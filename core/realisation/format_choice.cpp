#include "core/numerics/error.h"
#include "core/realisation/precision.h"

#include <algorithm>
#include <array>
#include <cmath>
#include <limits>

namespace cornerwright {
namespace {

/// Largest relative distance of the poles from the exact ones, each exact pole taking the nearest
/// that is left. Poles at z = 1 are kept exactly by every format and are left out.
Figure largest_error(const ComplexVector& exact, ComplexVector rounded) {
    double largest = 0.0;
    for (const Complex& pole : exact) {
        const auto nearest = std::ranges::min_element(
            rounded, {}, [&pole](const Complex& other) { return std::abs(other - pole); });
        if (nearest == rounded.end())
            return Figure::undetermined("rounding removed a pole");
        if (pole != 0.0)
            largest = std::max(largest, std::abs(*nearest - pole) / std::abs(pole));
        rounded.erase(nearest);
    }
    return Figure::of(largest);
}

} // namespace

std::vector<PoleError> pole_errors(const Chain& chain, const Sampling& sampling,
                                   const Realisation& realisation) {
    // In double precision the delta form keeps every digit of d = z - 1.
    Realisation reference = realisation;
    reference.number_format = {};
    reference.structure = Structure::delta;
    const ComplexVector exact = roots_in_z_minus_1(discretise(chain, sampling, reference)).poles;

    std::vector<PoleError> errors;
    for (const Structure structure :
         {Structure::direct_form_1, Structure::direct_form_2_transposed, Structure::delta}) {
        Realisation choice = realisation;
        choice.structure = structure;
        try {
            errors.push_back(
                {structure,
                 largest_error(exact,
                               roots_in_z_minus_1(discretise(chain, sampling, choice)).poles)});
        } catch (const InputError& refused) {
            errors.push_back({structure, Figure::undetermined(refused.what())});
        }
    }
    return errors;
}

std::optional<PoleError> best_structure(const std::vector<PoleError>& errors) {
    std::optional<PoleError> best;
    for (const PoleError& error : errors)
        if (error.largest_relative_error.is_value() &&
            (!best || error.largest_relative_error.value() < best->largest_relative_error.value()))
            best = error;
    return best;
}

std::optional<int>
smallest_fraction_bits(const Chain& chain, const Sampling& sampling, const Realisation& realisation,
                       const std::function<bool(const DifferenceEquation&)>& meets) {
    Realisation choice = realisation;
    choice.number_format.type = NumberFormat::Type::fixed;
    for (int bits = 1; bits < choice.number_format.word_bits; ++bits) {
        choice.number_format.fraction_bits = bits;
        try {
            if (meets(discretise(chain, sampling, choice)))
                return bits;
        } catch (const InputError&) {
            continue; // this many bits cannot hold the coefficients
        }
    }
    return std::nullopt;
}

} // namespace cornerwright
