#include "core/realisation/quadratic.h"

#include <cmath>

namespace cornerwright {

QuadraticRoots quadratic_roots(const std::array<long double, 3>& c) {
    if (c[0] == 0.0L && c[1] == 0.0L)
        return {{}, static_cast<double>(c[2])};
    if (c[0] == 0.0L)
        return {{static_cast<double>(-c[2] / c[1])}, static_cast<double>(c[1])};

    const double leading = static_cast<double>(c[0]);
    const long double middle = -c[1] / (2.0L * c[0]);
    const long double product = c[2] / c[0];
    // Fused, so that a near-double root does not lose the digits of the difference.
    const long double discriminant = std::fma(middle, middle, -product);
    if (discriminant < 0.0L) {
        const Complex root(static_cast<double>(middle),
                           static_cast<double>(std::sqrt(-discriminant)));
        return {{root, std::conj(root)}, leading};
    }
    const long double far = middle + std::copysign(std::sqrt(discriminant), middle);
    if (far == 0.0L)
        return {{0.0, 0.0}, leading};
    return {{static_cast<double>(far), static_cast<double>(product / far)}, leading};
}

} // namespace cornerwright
...
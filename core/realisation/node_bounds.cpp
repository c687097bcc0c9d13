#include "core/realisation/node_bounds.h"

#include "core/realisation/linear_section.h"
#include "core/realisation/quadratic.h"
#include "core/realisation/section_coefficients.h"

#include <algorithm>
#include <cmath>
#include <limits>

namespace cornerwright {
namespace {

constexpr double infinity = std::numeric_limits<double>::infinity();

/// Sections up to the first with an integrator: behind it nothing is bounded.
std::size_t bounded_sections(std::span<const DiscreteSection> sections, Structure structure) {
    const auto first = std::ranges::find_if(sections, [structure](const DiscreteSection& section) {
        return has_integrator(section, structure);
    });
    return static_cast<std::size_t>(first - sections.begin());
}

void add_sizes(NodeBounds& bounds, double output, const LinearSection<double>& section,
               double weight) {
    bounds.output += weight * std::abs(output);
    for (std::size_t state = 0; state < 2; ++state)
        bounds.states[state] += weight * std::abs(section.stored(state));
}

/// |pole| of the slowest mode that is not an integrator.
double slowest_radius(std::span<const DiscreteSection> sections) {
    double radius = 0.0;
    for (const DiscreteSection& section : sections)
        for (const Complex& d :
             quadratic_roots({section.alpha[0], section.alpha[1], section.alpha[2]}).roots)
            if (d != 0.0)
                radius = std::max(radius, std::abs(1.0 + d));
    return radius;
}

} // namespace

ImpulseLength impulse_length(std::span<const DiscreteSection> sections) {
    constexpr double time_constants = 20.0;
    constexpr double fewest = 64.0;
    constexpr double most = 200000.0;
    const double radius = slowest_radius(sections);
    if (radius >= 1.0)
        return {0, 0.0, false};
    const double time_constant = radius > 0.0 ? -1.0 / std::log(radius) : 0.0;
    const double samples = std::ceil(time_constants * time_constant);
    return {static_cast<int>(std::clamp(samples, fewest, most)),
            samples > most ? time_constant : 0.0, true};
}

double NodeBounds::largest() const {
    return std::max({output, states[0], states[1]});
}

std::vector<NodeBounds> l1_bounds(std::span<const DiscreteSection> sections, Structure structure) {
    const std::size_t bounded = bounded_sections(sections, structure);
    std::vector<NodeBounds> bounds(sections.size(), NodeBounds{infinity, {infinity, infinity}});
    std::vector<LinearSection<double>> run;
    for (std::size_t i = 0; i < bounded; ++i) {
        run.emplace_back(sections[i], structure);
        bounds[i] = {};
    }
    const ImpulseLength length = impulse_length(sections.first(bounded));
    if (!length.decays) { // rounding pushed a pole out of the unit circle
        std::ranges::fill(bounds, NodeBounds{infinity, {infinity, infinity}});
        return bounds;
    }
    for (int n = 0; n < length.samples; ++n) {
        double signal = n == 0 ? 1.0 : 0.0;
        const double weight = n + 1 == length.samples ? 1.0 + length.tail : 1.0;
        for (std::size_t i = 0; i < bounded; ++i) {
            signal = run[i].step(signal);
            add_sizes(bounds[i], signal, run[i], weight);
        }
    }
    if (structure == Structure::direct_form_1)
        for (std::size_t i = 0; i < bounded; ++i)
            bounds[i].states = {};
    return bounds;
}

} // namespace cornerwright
* * *
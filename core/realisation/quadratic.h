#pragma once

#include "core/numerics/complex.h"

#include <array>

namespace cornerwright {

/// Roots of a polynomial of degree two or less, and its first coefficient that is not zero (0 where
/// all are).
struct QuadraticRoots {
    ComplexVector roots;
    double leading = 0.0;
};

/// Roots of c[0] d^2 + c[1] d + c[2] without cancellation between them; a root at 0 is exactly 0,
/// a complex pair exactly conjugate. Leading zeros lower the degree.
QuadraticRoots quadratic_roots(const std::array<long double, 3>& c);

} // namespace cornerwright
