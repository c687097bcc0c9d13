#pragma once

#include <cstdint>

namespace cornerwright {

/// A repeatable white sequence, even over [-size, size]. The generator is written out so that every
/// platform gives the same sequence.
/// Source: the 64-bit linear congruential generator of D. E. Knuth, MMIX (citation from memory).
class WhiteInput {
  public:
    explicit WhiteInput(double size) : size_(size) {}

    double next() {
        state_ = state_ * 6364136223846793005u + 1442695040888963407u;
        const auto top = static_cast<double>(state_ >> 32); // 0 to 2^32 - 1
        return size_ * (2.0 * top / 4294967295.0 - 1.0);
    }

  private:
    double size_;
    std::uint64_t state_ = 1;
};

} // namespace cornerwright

§ Prompt
Write down, word for word, the lines above from the one containing "double radius = 0.0;" through the one containing "if (d != 0.0)", both ends included.

§ Task response
    double radius = 0.0;
    for (const DiscreteSection& section : sections)
        for (const Complex& d :
             quadratic_roots({section.alpha[0], section.alpha[1], section.alpha[2]}).roots)
            if (d != 0.0)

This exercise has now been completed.